▸ **WORK ORDER**
Locate every line in the records below that contains the word "Finding", and copy each one.

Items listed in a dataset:
......
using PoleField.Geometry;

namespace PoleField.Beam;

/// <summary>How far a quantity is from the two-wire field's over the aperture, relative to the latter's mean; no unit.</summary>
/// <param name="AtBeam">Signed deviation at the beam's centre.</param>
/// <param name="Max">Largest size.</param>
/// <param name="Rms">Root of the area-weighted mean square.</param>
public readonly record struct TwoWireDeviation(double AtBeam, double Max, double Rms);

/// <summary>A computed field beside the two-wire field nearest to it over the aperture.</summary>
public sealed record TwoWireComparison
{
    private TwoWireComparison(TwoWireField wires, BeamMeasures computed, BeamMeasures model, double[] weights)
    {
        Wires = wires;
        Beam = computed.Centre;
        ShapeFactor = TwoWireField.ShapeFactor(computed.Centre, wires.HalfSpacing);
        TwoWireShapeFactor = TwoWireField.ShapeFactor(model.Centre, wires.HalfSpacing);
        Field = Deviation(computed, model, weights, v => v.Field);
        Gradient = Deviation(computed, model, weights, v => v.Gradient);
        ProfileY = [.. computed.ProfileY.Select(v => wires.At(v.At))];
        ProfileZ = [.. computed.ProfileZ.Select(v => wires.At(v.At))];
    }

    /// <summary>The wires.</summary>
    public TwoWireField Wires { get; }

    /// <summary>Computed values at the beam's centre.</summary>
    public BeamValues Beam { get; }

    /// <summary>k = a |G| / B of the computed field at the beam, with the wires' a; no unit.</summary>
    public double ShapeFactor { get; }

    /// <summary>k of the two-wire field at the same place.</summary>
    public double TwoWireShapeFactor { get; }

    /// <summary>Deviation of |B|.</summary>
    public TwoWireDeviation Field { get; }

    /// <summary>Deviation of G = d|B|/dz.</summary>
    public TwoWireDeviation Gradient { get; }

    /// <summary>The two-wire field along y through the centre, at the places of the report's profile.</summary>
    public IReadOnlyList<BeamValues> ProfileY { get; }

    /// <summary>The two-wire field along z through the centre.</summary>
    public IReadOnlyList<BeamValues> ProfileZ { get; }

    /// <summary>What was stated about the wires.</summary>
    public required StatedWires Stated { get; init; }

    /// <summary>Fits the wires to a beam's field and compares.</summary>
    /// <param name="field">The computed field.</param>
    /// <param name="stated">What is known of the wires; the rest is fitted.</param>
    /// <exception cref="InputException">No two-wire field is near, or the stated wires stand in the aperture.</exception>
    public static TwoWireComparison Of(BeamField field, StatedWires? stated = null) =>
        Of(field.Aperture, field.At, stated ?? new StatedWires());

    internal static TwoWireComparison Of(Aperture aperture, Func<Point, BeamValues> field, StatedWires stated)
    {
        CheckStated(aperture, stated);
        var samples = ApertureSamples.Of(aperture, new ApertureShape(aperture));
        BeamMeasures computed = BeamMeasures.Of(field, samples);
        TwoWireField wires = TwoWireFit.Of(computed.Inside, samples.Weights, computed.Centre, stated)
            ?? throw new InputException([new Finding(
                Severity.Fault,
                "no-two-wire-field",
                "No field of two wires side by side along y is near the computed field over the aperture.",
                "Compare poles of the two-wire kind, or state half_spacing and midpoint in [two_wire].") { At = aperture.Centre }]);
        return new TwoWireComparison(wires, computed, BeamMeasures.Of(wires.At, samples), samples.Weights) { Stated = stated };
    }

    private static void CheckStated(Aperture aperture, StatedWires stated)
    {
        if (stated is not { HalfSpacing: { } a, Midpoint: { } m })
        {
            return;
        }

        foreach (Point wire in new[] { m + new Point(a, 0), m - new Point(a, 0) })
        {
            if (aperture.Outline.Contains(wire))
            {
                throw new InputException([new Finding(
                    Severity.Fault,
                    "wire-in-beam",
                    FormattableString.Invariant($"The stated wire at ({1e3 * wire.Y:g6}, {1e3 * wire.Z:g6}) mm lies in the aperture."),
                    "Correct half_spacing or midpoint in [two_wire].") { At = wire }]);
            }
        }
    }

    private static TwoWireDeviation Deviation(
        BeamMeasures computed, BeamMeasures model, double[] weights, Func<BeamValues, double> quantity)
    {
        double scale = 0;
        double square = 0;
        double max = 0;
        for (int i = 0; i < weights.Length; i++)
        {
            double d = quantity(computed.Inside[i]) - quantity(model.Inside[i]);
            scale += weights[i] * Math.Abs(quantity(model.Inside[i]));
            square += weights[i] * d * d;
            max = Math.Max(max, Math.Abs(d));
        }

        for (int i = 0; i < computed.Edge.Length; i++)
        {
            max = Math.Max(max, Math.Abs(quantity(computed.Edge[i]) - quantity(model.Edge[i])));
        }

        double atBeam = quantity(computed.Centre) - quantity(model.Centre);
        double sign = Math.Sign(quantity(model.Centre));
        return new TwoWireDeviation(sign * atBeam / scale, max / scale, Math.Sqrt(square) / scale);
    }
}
......
▸ **OUTPUT BELOW**
            ?? throw new InputException([new Finding(
                throw new InputException([new Finding(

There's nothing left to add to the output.